1年でこの時期だけ公開される「幽霊画」と「幽霊像」/あのときの「ムー」

文=宍戸宏隆(ムー副編集長)

毎年この時期になると、全国各地で幽霊にまつわる催し物が開催されるが、過去のムーでも、そうした「幽霊」にまつわる記事を何度か特集してきた。今回は、1年に一回、この時期にしか見られないという貴重なご開帳の記事を紹介したい。

大念仏寺1
まずは、2004年8月号の日本伝説紀行「大念佛寺に伝わる謎の幽霊画」だ。これは、毎年8月第4日曜日にのみ、大阪市平野区にある大念佛寺で公開される12幅の幽霊掛け軸と、幽霊が残した「片袖」「香合」を取材したものである。以下、幽霊画をいくつか紹介しよう。

大念仏寺2

「平知盛亡霊図」。壇ノ浦に沈んだ平家の亡霊が海中から現れる姿を描いたもので、海の藻屑と化した平家の怨念を感じさせる。

大念仏寺3

「姑獲鳥図」。産み落としたばかりの赤子を掻き抱く女の霊。子を思うあまり、死んでも死に切れない女の哀れさが漂う。

大念仏寺4

「皿屋敷お菊亡霊図」。有名な皿屋敷怪談のお菊を描いたもの。主家を呪う怨念のすさまじさが独特な筆致で表されている。

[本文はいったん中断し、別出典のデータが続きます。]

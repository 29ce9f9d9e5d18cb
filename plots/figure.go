package plots

import (
	"bytes"
	"errors"
	"fmt"
	"io"

	"gonum.org/v1/plot/vg"
	"gonum.org/v1/plot/vg/vgimg"
	"gonum.org/v1/plot/vg/vgpdf"
	"gonum.org/v1/plot/vg/vgsvg"
)

// Figure is a finished drawing, ready to be written any number of times, in any format.
type Figure struct {
	title, desc string
	w, h        float64 // pt
	paint       func(*pad)
}

// pngDPI is the resolution of PNG files: a hairline of 0.4 pt is one pixel wide.
const pngDPI = 192

// Formats lists what Write accepts.
func Formats() []string { return []string{"svg", "png", "pdf"} }

// newFigure checks the texts that every figure must have. A description is for those
// who cannot see the figure: it says what the figure shows and its main numbers.
func newFigure(title, desc string, w, h float64, paint func(*pad)) (*Figure, error) {
	if clean(title) == "" || clean(desc) == "" {
		return nil, errors.New("a figure wants a title and a description")
	}
	return &Figure{title: clean(title), desc: clean(desc), w: w, h: h, paint: paint}, nil
}

// Title is what the figure is headed with.
func (f *Figure) Title() string { return f.title }

// Size is the width and height of the sheet, pt (1/72 inch).
func (f *Figure) Size() (w, h float64) { return f.w, f.h }

// Write draws the figure as "svg", "png" or "pdf". Nothing is written if it fails:
// a panic of the plot library is returned as an error.
func (f *Figure) Write(w io.Writer, format string) error {
	data, err := f.render(format)
	if err != nil {
		return fmt.Errorf("figure %q: %w", f.title, err)
	}
	_, err = w.Write(data)
	return err
}

func (f *Figure) render(format string) (data []byte, err error) {
	defer func() {
		if r := recover(); r != nil {
			data, err = nil, fmt.Errorf("drawing failed: %v", r)
		}
	}()
	w, h := vg.Length(f.w), vg.Length(f.h)
	var buf bytes.Buffer
	switch format {
	case "svg":
		c := vgsvg.New(w, h)
		f.draw(&pad{canvas: c, kind: onSVG})
		if _, err := c.WriteTo(&buf); err != nil {
			return nil, err
		}
		return finishSVG(buf.Bytes(), f.title, f.desc)
	case "png":
		c := vgimg.NewWith(vgimg.UseWH(w, h), vgimg.UseDPI(pngDPI), vgimg.UseBackgroundColor(paperColour()))
		f.draw(&pad{canvas: c, kind: onPNG})
		_, err = vgimg.PngCanvas{Canvas: c}.WriteTo(&buf)
	case "pdf":
		c := vgpdf.New(w, h)
		f.draw(&pad{canvas: c, kind: onPDF})
		_, err = c.WriteTo(&buf)
	default:
		return nil, fmt.Errorf("no such format: %q (svg, png, pdf)", format)
	}
	return buf.Bytes(), err
}

func (f *Figure) draw(p *pad) {
	p.fillRect(vg.Rectangle{Max: xy(f.w, f.h)}, inkPaper)
	f.paint(p)
}
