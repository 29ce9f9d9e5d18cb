package plots

import (
	"errors"
	"math"

	"gonum.org/v1/plot"
)

// plan is a deck plan at work.
type plan struct {
	stage
	spec     DeckPlanSpec
	deck     area // its bounds, as far as it has any
	cropped  bool
	xTicks   []plot.Tick
	yTicks   []plot.Tick
	entries  []planEntry
	numbered int      // releases that are listed, and have their number at the mark
	lost     []string // names without a place, where paths have names
}

const (
	planColumn = 165.0 // pt, beside the window
	planWorth  = 0.55  // the whole deck may shrink what matters to this
	mostCopies = 12    // laps of an arrow that are drawn
)

// arrange chooses what is shown, and finds places for all of it.
func (s *plan) arrange() error {
	s.deck = s.bounds()
	must := s.matters()
	switch {
	case !must.some && !s.deck.some:
		return errors.New("there is nothing to draw: no extent, no opening, no release, no path")
	case !must.some:
		must = s.deck
	case !s.deck.some:
		must = s.padded(must)
	default:
		must = s.choose(must, s.padded(must))
	}
	column := 0.0
	if len(s.spec.Releases) > 0 {
		column = planColumn
	}
	f := frame{left: 12, right: 12, top: 12, bottom: 12, numbersLeft: 34, numbersLow: 13, down: true}
	for range 2 { // the second time with room for the numbers at the left
		s.stage = newStage(sheetPlan{title: s.spec.Title, notes: s.spec.Notes, side: column, strip: true}, must, f)
		s.number()
		for _, t := range s.yTicks {
			f.numbersLeft = math.Max(f.numbersLeft, textWidth(t.Label+" m", sizeTick, false)+8)
		}
	}
	s.list()
	s.label()
	return nil
}

// bounds is the deck's extent; for an unbounded one, that of what is on it.
func (s *plan) bounds() (a area) {
	from, to := s.spec.From, s.spec.To
	if c := s.spec.circumference(); c > 0 {
		from.X, to.X = -c/2, c/2
	}
	if from.Y == to.Y {
		for _, q := range s.all() {
			from.Y, to.Y = math.Min(from.Y, q.Y), math.Max(to.Y, q.Y)
		}
		room := math.Max(0.1*(to.X-from.X)/2, (to.Y-from.Y)*0.2)
		from.Y, to.Y = from.Y-room, to.Y+room
	}
	if from == to {
		return a
	}
	a.add(from, to)
	return a
}

// all are the places of all that is on the deck.
func (s *plan) all() (out []Point) {
	for _, o := range s.spec.Openings {
		out = append(out, o.Centre.sub(o.Size.scale(0.5)), o.Centre.add(o.Size.scale(0.5)))
	}
	for _, f := range s.spec.Fixtures {
		out = append(out, f.Path...)
	}
	for _, r := range s.spec.Releases {
		out = append(out, r.At)
		if r.Landing != nil {
			out = append(out, *r.Landing)
		}
	}
	for i := range s.spec.Paths {
		out = append(out, s.way(i)...)
	}
	return out
}

// matters is the part of the plan with the releases, landings and paths. Without any it is
// empty. A landing more than half a lap away would shrink the others to dots: its arrow
// runs out of the window, unless all are like that, and the whole deck is shown.
func (s *plan) matters() (a area) {
	c := s.spec.circumference()
	near := s.addWays(&a) || len(s.spec.Releases)+len(s.spec.Paths) == 0
	for _, r := range s.spec.Releases {
		a.add(r.At)
		switch {
		case r.Landing == nil:
			near = true
		case c == 0 || math.Abs(r.Landing.X-r.At.X) <= c/2:
			near = true
			a.add(*r.Landing)
		}
	}
	if !near {
		a.add(s.deck.min, s.deck.max)
	}
	return a
}

// padded is a with room around it, and with the openings and fixtures that it touches.
func (s *plan) padded(a area) area {
	size := a.size()
	room := 0.15 * math.Max(size.X, size.Y)
	if room == 0 {
		room = 1.5
	}
	a.grow(room)
	near := a
	touch := func(pts ...Point) {
		var b area
		b.add(pts...)
		if b.some && b.min.X < a.max.X && b.max.X > a.min.X && b.min.Y < a.max.Y && b.max.Y > a.min.Y &&
			b.size().norm() < a.size().norm() {
			near.add(b.min, b.max)
		}
	}
	for _, o := range s.spec.Openings {
		touch(o.Centre.sub(o.Size.scale(0.5)), o.Centre.add(o.Size.scale(0.5)))
	}
	for _, f := range s.spec.Fixtures {
		touch(f.Path...)
	}
	if s.deck.some { // no more empty paper beyond an edge than a margin
		near.min.Y = math.Max(near.min.Y, math.Min(s.deck.min.Y, a.min.Y+room))
		near.max.Y = math.Min(near.max.Y, math.Max(s.deck.max.Y, a.max.Y-room))
	}
	return near
}

// choose is the whole deck if that costs little scale, else the part that matters.
func (s *plan) choose(matters, part area) area {
	whole := s.deck
	if s.spec.circumference() == 0 {
		whole.add(matters.min, matters.max)
	}
	const w, h = 1.2, 1.0
	if fit(whole.size(), w, h) >= planWorth*fit(part.size(), w, h) {
		return whole
	}
	// Axially the deck is shown to its edges if they are near: people look for them.
	tall := part
	tall.add(Point{part.min.X, s.deck.min.Y}, Point{part.max.X, s.deck.max.Y})
	if fit(tall.size(), w, h) >= planWorth*fit(part.size(), w, h) {
		return tall
	}
	return part
}

// number makes the numbers of the axes, and notes whether the deck is cropped.
func (s *plan) number() {
	a, w, h := s.v.shown(), (s.win.Max.X - s.win.Min.X).Points(), (s.win.Max.Y - s.win.Min.Y).Points()
	s.xTicks = roundTicker{n: max(2, int(w/55))}.Ticks(a.min.X, a.max.X)
	s.yTicks = roundTicker{n: max(3, int(h/30))}.Ticks(a.min.Y, a.max.Y)
	tiny := a.size().norm() * 1e-9
	s.cropped = s.deck.some && (s.deck.min.X < a.min.X-tiny || s.deck.max.X > a.max.X+tiny || s.deck.min.Y < a.min.Y-tiny || s.deck.max.Y > a.max.Y+tiny)
}
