package plots

import (
	"errors"
	"fmt"
)

// MapPlanSpec is what MapPlan draws: a figure of each place of a deck, such as how many
// things land there, on the plan of the deck. Places are in m, as those of the deck are.
type MapPlanSpec struct {
	Deck      DeckPlanSpec // with the title; its Releases and Paths are not looked at
	Of        string       // what is shown, with its unit, above the bar of shades
	Layers    []MapLayer   // at most MostLayers, from the least: each lies within the one before
	Footprint [][]Point    // closed outlines; drawn as the strong line
	Strong    string       // its name; empty: footprint
	Region    [][]Point    // closed outlines of where things are let go
	Mark      *Point       // what stands out; nil: nothing
	MarkWords string
	Words     []string // figures, beside the plan
}

// MapLayer is where a figure has at least some value. Outlines are closed, those around
// holes run the other way round.
type MapLayer struct {
	Label    string // of its shade: from where to where, with the unit
	Short    string // of its outline: the least value; empty: not named
	Outlines [][]Point
}

// MostLayers is how many shades can be told apart, in grey too.
const MostLayers = 6

func (s MapPlanSpec) check() error {
	if err := s.Deck.check(); err != nil {
		return err
	}
	if len(s.Layers) == 0 || len(s.Layers) > MostLayers {
		return fmt.Errorf("%d shades cannot be drawn", len(s.Layers))
	}
	for _, l := range s.Layers {
		if err := checkLoops(l.Outlines); err != nil {
			return fmt.Errorf("shade %q: %w", l.Label, err)
		}
	}
	return errors.Join(checkLoops(s.Footprint), checkLoops(s.Region), checkPlaces(nil, s.Mark))
}

func checkLoops(loops [][]Point) error {
	for _, l := range loops {
		if err := checkPlaces(l); err != nil {
			return err
		}
	}
	return nil
}

// MapPlan draws a map of a deck at true scale: shades, with the outlines of their steps
// as lines that bear their value, the footprint of all as one strong line, and where
// things were let go as a dashed one.
func MapPlan(spec MapPlanSpec) (*Figure, error) {
	d := &spec.Deck
	d.Releases, d.Paths = nil, nil
	head := headline{d.Title, d.Desc, d.Notes, d.Spin}
	if err := errors.Join(head.check(), spec.check()); err != nil {
		return nil, fmt.Errorf("map of a deck: %w", err)
	}
	s := mapPlan{scatterPlan: scatterPlan{plan: plan{spec: spec.Deck}, of: ScatterPlanSpec{Deck: spec.Deck, Words: spec.Words}}, of: spec}
	s.arrange()
	return newFigure(d.Title, d.Desc, s.w, s.h, s.paint)
}

// must is the part of the plan with all that the map shows.
func (s *mapPlan) must() (a area) {
	for _, loops := range [][][]Point{s.of.Layers[0].Outlines, s.of.Footprint, s.of.Region} {
		for _, l := range loops {
			a.add(l...)
		}
	}
	if s.of.Mark != nil {
		a.add(*s.of.Mark)
	}
	return a
}
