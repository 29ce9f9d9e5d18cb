package plots

import (
	"errors"
	"fmt"
	"math"
)

// DeckPlanSpec is what DeckPlan draws: one deck unrolled, seen from above. Places are
// in m: X is arc along the deck, spinward, Y is axial.
type DeckPlanSpec struct {
	Title, Desc, Notes string // Desc is for readers who cannot see the figure; Notes may be empty

	Spin     float64       // rad/s; negative: the floor moves antispinward
	Radius   float64       // m; 0 for a flat deck
	Round    bool          // the deck goes all the way round: the arcs of From and To are not looked at
	From, To Point         // m, corners of the deck with the least and the greatest coordinates; axial 0 to 0 is unbounded
	Openings []PlanOpening // openings in this deck
	Fixtures []PlanFixture // what stands on it
	Releases []PlanRelease // in the order of their numbers
	Paths    []PlanPath    // crew paths on it; may be empty
}

// PlanOpening is an opening of a deck.
type PlanOpening struct {
	Name    string
	Centre  Point // m
	Size    Point // m, spinward and axial
	Coaming bool  // a rim stands around it
	Closed  bool  // a lid is in it
}

// PlanFixture is the footprint of a fixture.
type PlanFixture struct {
	Name string
	Path []Point // m, corners in order; the path closes itself
}

// PlanRelease is a release over a deck and where it lands. Arcs run on: a landing one
// lap spinward lies one circumference beyond the release.
type PlanRelease struct {
	Name    string
	At      Point  // m, foot of the plumb line
	Landing *Point // m; nil if it does not land
	Surface string // what it lands on; may be empty
}

// PlanPath is the way of the feet of a crew path, in order of time. Arcs run on, as those
// of a landing do.
type PlanPath struct {
	Name   string
	Points []Point // m; one for a path that stays over its place
}

func (s DeckPlanSpec) check() error {
	if err := checkSizes(s.Radius); err != nil {
		return err
	}
	switch {
	case s.Radius < 0:
		return fmt.Errorf("the deck's radius is %g m", s.Radius)
	case s.Round && s.Radius == 0:
		return errors.New("a deck that goes round wants a radius")
	case !sane(s.From) || !sane(s.To) || s.From.Y > s.To.Y || !s.Round && s.From.X > s.To.X:
		return fmt.Errorf("the deck runs from (%g, %g) m to (%g, %g) m", s.From.X, s.From.Y, s.To.X, s.To.Y)
	}
	for _, o := range s.Openings {
		if !sane(o.Centre) || !sane(o.Size) || o.Size.X <= 0 || o.Size.Y <= 0 {
			return fmt.Errorf("opening %q: (%g, %g) m wide cannot be drawn", o.Name, o.Size.X, o.Size.Y)
		}
	}
	for _, f := range s.Fixtures {
		if err := checkPlaces(f.Path); err != nil {
			return fmt.Errorf("fixture %q: %w", f.Name, err)
		}
	}
	for _, r := range s.Releases {
		if err := checkPlaces([]Point{r.At}, r.Landing); err != nil {
			return fmt.Errorf("release %q: %w", r.Name, err)
		}
	}
	return checkPaths(s.Paths)
}

func checkPaths(paths []PlanPath) error {
	for _, p := range paths {
		if len(p.Points) == 0 {
			return fmt.Errorf("path %q has no points", p.Name)
		}
		if err := checkPlaces(p.Points); err != nil {
			return fmt.Errorf("path %q: %w", p.Name, err)
		}
	}
	return nil
}

// DeckPlan draws a deck unrolled, with what was released over it and where that landed.
// A deck that is long for its breadth is cropped to what matters, and the figure says so.
func DeckPlan(spec DeckPlanSpec) (*Figure, error) {
	head := headline{spec.Title, spec.Desc, spec.Notes, spec.Spin}
	if err := errors.Join(head.check(), spec.check()); err != nil {
		return nil, fmt.Errorf("deck plan: %w", err)
	}
	p := plan{spec: spec}
	if err := p.arrange(); err != nil {
		return nil, fmt.Errorf("deck plan: %w", err)
	}
	return newFigure(spec.Title, spec.Desc, p.w, p.h, p.paint)
}

// circumference is the arc of a lap, m; 0 if the deck has no laps.
func (s DeckPlanSpec) circumference() float64 {
	if !s.Round {
		return 0
	}
	return 2 * math.Pi * s.Radius
}
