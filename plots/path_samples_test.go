package plots

import (
	"fmt"
	"math"
)

// sampleCrew is a person in a ring of radius r (m) about (0, r) at spin w (rad/s).
type sampleCrew struct{ r, w float64 }

const (
	sampleMass    = 84.0 // kg
	sampleStature = 1.78 // m
	sampleHead    = 0.93 // of the stature
	sampleWaist   = 0.55
)

// station is the person upright at height h and arc angle phi, moving at v (m/s); tall is
// the height of the head. The force is that which holds a mass at the waist: design
// section 7, item 6, in the plane.
func (c sampleCrew) station(t, phi, h, tall float64, v Point, leg string) PathStation {
	axis := Point{0, c.r}
	at := func(up float64) Point { return polar(axis, c.r-h-up, phi-math.Pi/2) }
	out := at(sampleWaist * sampleStature).sub(axis)
	coriolis := Point{-v.Y, v.X}.scale(2 * c.w)
	force := out.scale(c.w * c.w).sub(coriolis).scale(sampleMass)
	return PathStation{T: t, Feet: at(0), Head: at(tall), Force: force, Leg: leg}
}

const sampleTall = sampleHead * sampleStature

// spokePath goes down 25 m of a spoke, from near the hub to the floor.
func spokePath(w float64) PathViewSpec {
	const r, from, speed = 30.0, 25.0, 0.4
	c := sampleCrew{r, w}
	axis := Point{0, r}
	wall := func(x float64) Outline {
		return Outline{Kind: Hull, Name: "spoke B", Path: []Segment{Line(Point{x, 3}, Point{x, r - 4})}}
	}
	s := PathViewSpec{
		Title: "Down spoke B", Desc: "A descent.", Notes: "The person is a line from the feet to the head.", Spin: w, Deck: r,
		Outlines: []Outline{
			{Kind: Hull, Name: "floor", Path: Circle(axis, r)}, {Kind: Deck, Name: "ceiling", Path: Circle(axis, r-3)},
			{Kind: Hull, Name: "hub", Path: Circle(axis, 4)}, wall(-0.8), wall(0.8),
		},
		Near: &PathNear{T: 30, At: Point{0, 13}, Gap: 0.32, Surface: "spoke B"},
	}
	for i := range 101 {
		s.Way = append(s.Way, Point{0, from * (1 - float64(i)/100)})
	}
	for i := range 8 {
		u, v, leg := float64(i)/7, Point{0, -speed}, "descend"
		if i == 0 || i == 7 {
			v = Point{}
		}
		s.Stations = append(s.Stations, c.station(u*from/speed, 0, from*(1-u), sampleTall, v, leg))
	}
	return s
}

// ringPath walks round a ring by an angle.
func ringPath(w, angle float64) PathViewSpec {
	const r, speed = 18.0, 1.2
	c := sampleCrew{r, w}
	s := PathViewSpec{Title: "Round the galley ring", Desc: "A walk.", Spin: w, Deck: r, Outlines: ringOutlines(r, r)}
	for i := range 201 {
		s.Way = append(s.Way, c.station(0, angle*float64(i)/200, 0, 0, Point{}, "").Feet)
	}
	for i := range 9 {
		phi := angle * float64(i) / 8
		v := Point{math.Cos(phi), math.Sin(phi)}.scale(math.Copysign(speed, angle))
		s.Stations = append(s.Stations, c.station(math.Abs(phi)*r/speed, phi, 0, sampleTall, v, "walk"))
	}
	return s
}

// climbPath walks to a hatch, and climbs through it to the deck above.
func climbPath() PathViewSpec {
	const r, upper, to, up = 18.0, 15.4, 3.0, 2.6
	c := sampleCrew{r, sampleSpin}
	axis, hatch := Point{0, r}, to/r-math.Pi/2
	s := PathViewSpec{
		Title: "To the upper deck", Desc: "A walk and a climb.", Spin: sampleSpin, Deck: r,
		Outlines: []Outline{
			{Kind: Hull, Name: "hull", Path: Circle(axis, r)},
			{Kind: Deck, Name: "upper deck", Closed: true, Path: Sector(axis, upper, upper+0.05, hatch+0.03, 0)},
			{Kind: Deck, Name: "upper deck", Closed: true, Path: Sector(axis, upper, upper+0.05, -math.Pi, hatch-0.03)},
		},
		Near: &PathNear{T: 6.4, At: polar(axis, upper, hatch), Gap: -0.04, Surface: "upper deck"},
	}
	add := func(t, along, h float64, v Point, leg string) {
		s.Stations = append(s.Stations, c.station(t, along/r, h, sampleTall, v, leg))
	}
	for i := range 31 {
		s.Way = append(s.Way, c.station(0, to/r*float64(i)/30, 0, 0, Point{}, "").Feet)
	}
	s.Way = append(s.Way, c.station(0, to/r, up, 0, Point{}, "").Feet)
	add(0, 0, 0, Point{}, "walk")
	add(1.5, 1.5, 0, Point{1.2, 0.1}, "walk")
	add(3, 3, 0, Point{}, "walk")
	add(3, 3, 0, Point{}, "turn head")
	add(4, 3, 0, Point{}, "turn head")
	add(7, 3, 1.2, Point{-0.06, 0.35}, "climb")
	add(11, 3, up, Point{}, "stand")
	return s
}

// standingPath gets up from a seat, and stays where it is.
func standingPath() PathViewSpec {
	c := sampleCrew{18, sampleSpin}
	s := PathViewSpec{Title: "Standing up", Desc: "A person gets up.", Spin: sampleSpin, Deck: 18, Outlines: ringOutlines(18, 18), Way: []Point{{}}}
	for i, tall := range []float64{0.9, 1.1, 1.4, sampleTall, sampleTall} {
		leg := "stand up"
		if i == 4 {
			leg = "stand"
		}
		st := c.station(0.5*float64(i), 0, 0, tall, Point{0, 0.3}, leg)
		st.Force = st.Force.scale(1 + 0.1*float64(i%3))
		s.Stations = append(s.Stations, st)
	}
	return s
}

// flatPath walks in a cabin with a flat floor, to and fro.
func flatPath() PathViewSpec {
	s := PathViewSpec{Title: "Across the cabin", Desc: "A walk.", Spin: -0.2, Way: []Point{{0, 0}, {4, 0}, {0, 0}}}
	for i := range 5 {
		x := 4 - 2*math.Abs(float64(i)-2)
		s.Stations = append(s.Stations, PathStation{T: 2.5 * float64(i), Feet: Point{x, 0}, Head: Point{x, 1.66}, Force: Point{30 * float64(2-i), -700}, Leg: "walk " + fmt.Sprint(i/3)})
	}
	return s
}

// hubPath has no station with weight, far above its deck.
func hubPath() PathViewSpec {
	s := PathViewSpec{Title: "Across the hub", Desc: "A crossing.", Spin: 0.2, Deck: 250, Way: []Point{{0, 247}, {3, 250}, {0, 253}}}
	s.Stations = []PathStation{{T: 2, Feet: Point{3, 250}, Head: Point{1.4, 250}, Force: Point{1e-14, 0}, Leg: "float"}}
	return s
}

func pathSamples() []sampleFigure {
	path := func(name string, s PathViewSpec) sampleFigure {
		return sampleFigure{"path " + name, func() (*Figure, error) { return PathView(s) }}
	}
	bare := ringPath(sampleSpin, 0.5)
	bare.Outlines, bare.Stations = nil, nil
	walked := planSpec()
	walked.Paths = []PlanPath{
		{Name: "to the upper deck", Points: []Point{{-6, 0}, {-3, 2.8}, {3, 0.9}}},
		{Name: "up the ladder", Points: []Point{{5, -4}}},
	}
	round := DeckPlanSpec{Title: "Walks", Desc: "Walks on a deck.", Spin: sampleSpin, Radius: 18, Round: true, From: Point{0, -7}, To: Point{0, 7},
		Paths: []PlanPath{{Name: "night round", Points: []Point{{10, 1}, {40, 3}, {160, -3}}}}}
	return []sampleFigure{
		path("down a spoke", spokePath(0.4)), path("down a spoke, negative spin", spokePath(-0.4)),
		path("half round", ringPath(sampleSpin, -math.Pi)), path("lap and a half", ringPath(sampleSpin, 3*math.Pi)),
		path("climb", climbPath()), path("standing up", standingPath()), path("flat", flatPath()), path("hub", hubPath()), path("bare", bare),
		{"plan with paths", func() (*Figure, error) { return DeckPlan(walked) }},
		{"plan of a long walk", func() (*Figure, error) { return DeckPlan(round) }},
	}
}
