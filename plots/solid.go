package plots

import "math"

// solid is how thick, on the page, pt, the solid is whose top the deck is: dimension
// lines stand below it. It is 0 where there is none, or it is too thick to stand below.
func (s *scene) solid() float64 {
	const least, most = 4, 40 // pt
	deep := 0.0
	for _, o := range s.outlines {
		if o.Closed {
			deep = math.Max(deep, s.under(o)*s.v.perM)
		}
	}
	if deep < least || deep > most {
		return 0
	}
	return deep
}

// under is how far an outline reaches below the deck, m, if its top is the deck.
func (s *scene) under(o Outline) float64 {
	if s.radius == 0 {
		return underFlat(o)
	}
	const near = 1e-6 // of the radius
	top, deep := false, 0.0
	for _, g := range o.Path {
		if g.Radius == 0 || g.Centre.dist(Point{0, s.radius}) > near*s.radius {
			continue
		}
		top = top || math.Abs(g.Radius-s.radius) < near*s.radius
		deep = math.Max(deep, g.Radius-s.radius)
	}
	if !top {
		return 0
	}
	return deep
}

func underFlat(o Outline) float64 {
	const near = 1e-6 // m
	top, deep := false, 0.0
	for _, g := range o.Path {
		if g.Radius > 0 {
			return 0
		}
		top = top || math.Abs(g.From.Y) < near && math.Abs(g.To.Y) < near
		deep = math.Max(deep, -math.Min(g.From.Y, g.To.Y))
	}
	if !top {
		return 0
	}
	return deep
}
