package plots

import (
	"errors"
	"fmt"
	"math"
	"strings"
)

// StackChartSpec is what StackChart draws: panels above one another with one axis along.
type StackChartSpec struct {
	Title, Desc, Notes string // Desc is for readers who cannot see the figure; Notes may be empty

	Spin   float64   // rad/s; negative: the floor moves antispinward
	Spins  string    // stands in place of what is said of the spin, where it varies; may be empty
	Axis   string    // what runs along, with its unit
	X      []float64 // never decreasing; at least two different
	Legs   []LegSpan // stretches of X with names, in their order
	Named  bool      // the stretches say it all: no numbers stand along
	Panels []PanelSpec
}

// PanelSpec is a panel of a StackChart. One without any finite value is left out.
type PanelSpec struct {
	Title  string // what runs up, with its unit
	Most   float64
	Curves []CurveSpec
	Levels []Level
}

// CurveSpec is a line of a panel; Y has the length of X, and a NaN is a gap.
type CurveSpec struct {
	Name string
	Y    []float64
	X    []float64 // its own places along, never decreasing; nil: those of the chart
}

// Level is a line across a panel, such as a limit.
type Level struct {
	Name  string
	Value float64 // in the unit of the panel
}

// LegSpan is a stretch of the axis along, such as a leg of a crew path.
type LegSpan struct {
	Name     string
	From, To float64 // in the unit of the axis
}

func (s StackChartSpec) check() error {
	for i, x := range s.X {
		if !finite(x) || i > 0 && x < s.X[i-1] {
			return fmt.Errorf("value %d along, %g, is not finite or runs back", i, x)
		}
	}
	if n := len(s.X); n < 2 || s.X[n-1] == s.X[0] {
		return errors.New("wants at least two different values along")
	}
	if err := checkValues("along", len(s.X), s.X); err != nil {
		return err
	}
	for _, l := range s.Legs {
		if !finite(l.From) || !finite(l.To) || l.To < l.From {
			return fmt.Errorf("leg %q runs from %g to %g", l.Name, l.From, l.To)
		}
	}
	for _, p := range s.Panels {
		if err := p.check(len(s.X)); err != nil {
			return err
		}
	}
	return nil
}

func (p PanelSpec) check(n int) error {
	for _, c := range p.Curves {
		if err := c.check(p.Title+" "+c.Name, n); err != nil {
			return err
		}
	}
	for _, l := range p.Levels {
		if err := checkValues(l.Name, 1, []float64{l.Value}); err != nil || !finite(l.Value) {
			return fmt.Errorf("level %q of %g cannot be drawn", l.Name, l.Value)
		}
	}
	return nil
}

// check wants n values, or as many as the curve has places of its own.
func (c CurveSpec) check(name string, n int) error {
	for i, x := range c.X {
		if !finite(x) || math.Abs(x) > maxValue || i > 0 && x < c.X[i-1] {
			return fmt.Errorf("%s: value %d along, %g, cannot be drawn or runs back", name, i, x)
		}
	}
	if c.X != nil {
		n = len(c.X)
	}
	return checkValues(name, n, c.Y)
}

// StackChart draws panels above one another. It is an error if the values along are not
// in order, a curve has another length, or no panel has a finite value.
func StackChart(spec StackChartSpec) (*Figure, error) {
	head := headline{spec.Title, spec.Desc, spec.Notes, spec.Spin}
	if err := errors.Join(head.check(), spec.check()); err != nil {
		return nil, fmt.Errorf("chart: %w", err)
	}
	panels, zero := spec.panels()
	if len(panels) == 0 {
		return nil, errors.New("chart: no panel has a finite value")
	}
	if len(zero) > 0 {
		spec.Notes = strings.TrimSpace(clean(spec.Notes) + " Zero throughout, and not drawn: " + strings.Join(zero, "; ") + ".")
	}
	c := newLoads(spec, panels)
	return newFigure(spec.Title, spec.Desc, c.w, c.h, c.paint)
}

// nothing is the size of a value, in the unit of its panel, that is rounding: it is far
// below what anything can show or anyone can feel.
const nothing = 1e-9

// panels are those with something to show, and the titles of those whose lines are zero
// throughout, unless all are.
func (s StackChartSpec) panels() (out []*panel, zero []string) {
	var all []*panel
	for _, p := range s.Panels {
		q := &panel{title: p.Title, most: p.Most, levels: p.Levels, named: s.Named}
		nought := true
		for i, c := range p.Curves {
			x := s.X
			if c.X != nil {
				x = c.X
			}
			if lo, hi, ok := span(c.Y); ok { // one line has the same pen in all panels
				q.curves = append(q.curves, curve{c.Name, x, c.Y, seriesPen(i), false})
				nought = nought && math.Max(-lo, hi) < nothing
			}
		}
		if len(q.curves) == 0 {
			continue
		}
		all = append(all, q)
		if nought && len(q.levels) == 0 {
			words, _, _ := strings.Cut(clean(q.title), ",")
			zero = append(zero, words)
			continue
		}
		out = append(out, q)
	}
	if len(out) == 0 {
		return all, nil
	}
	return out, zero
}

いかがだろうか。この幽霊画を描いたのがだれなのかは、寺自体にも伝わっていないというが、有名な幽霊画とは一味も二味も違う怖さが漂っているといえよう。
この幽霊画は、今年も8月第4日曜日に、「幽霊博物館」と題して大念佛寺で一般公開される。

産女1100

続いては、2005年10月号の日本伝説紀行「『産女の幽霊像』御開帳」だ。こちらは、毎年8月16日にのみ、長崎市の光源寺で公開される幽霊像(絵ではない!)と、それにまつわる遺物やゆかりの地を紹介したものである。

ご覧になっていただければおわかりのとおり恐ろしいまでの迫力で迫ってくる幽霊像であるが、実は、この幽霊は、子供のために飴を買いにきた母親の霊なのだ。「飴買い幽霊」といえば、ご存じの方もいらっしゃるだろう。身重のまま、死んでしまった母親の幽霊が、子供のために、夜毎、飴を買いにくるという全国的にも有名な怪談である。
長崎市にもこの話が伝わっており、いつのころか、「産女の幽霊像」が、光源寺に奉納されたいう。ちなみに、産女は、一般的には「うぶめ」と読むが、長崎地方の方言では「うぐめ」というそうである。

産女2
この日は、地元の子供たちなど、多くの人々が、この「産女の幽霊像」の御開帳に参会し、哀れな幽霊像に合わせる姿が印象的であった。
この「産女の幽霊像」は、8月16日に長崎市の光源寺で御開帳される。
どちらも、この時期にしか公開されないものなので、お近くの方、ご興味のある方は、ぜひ足を運ばれてはいかがだろう。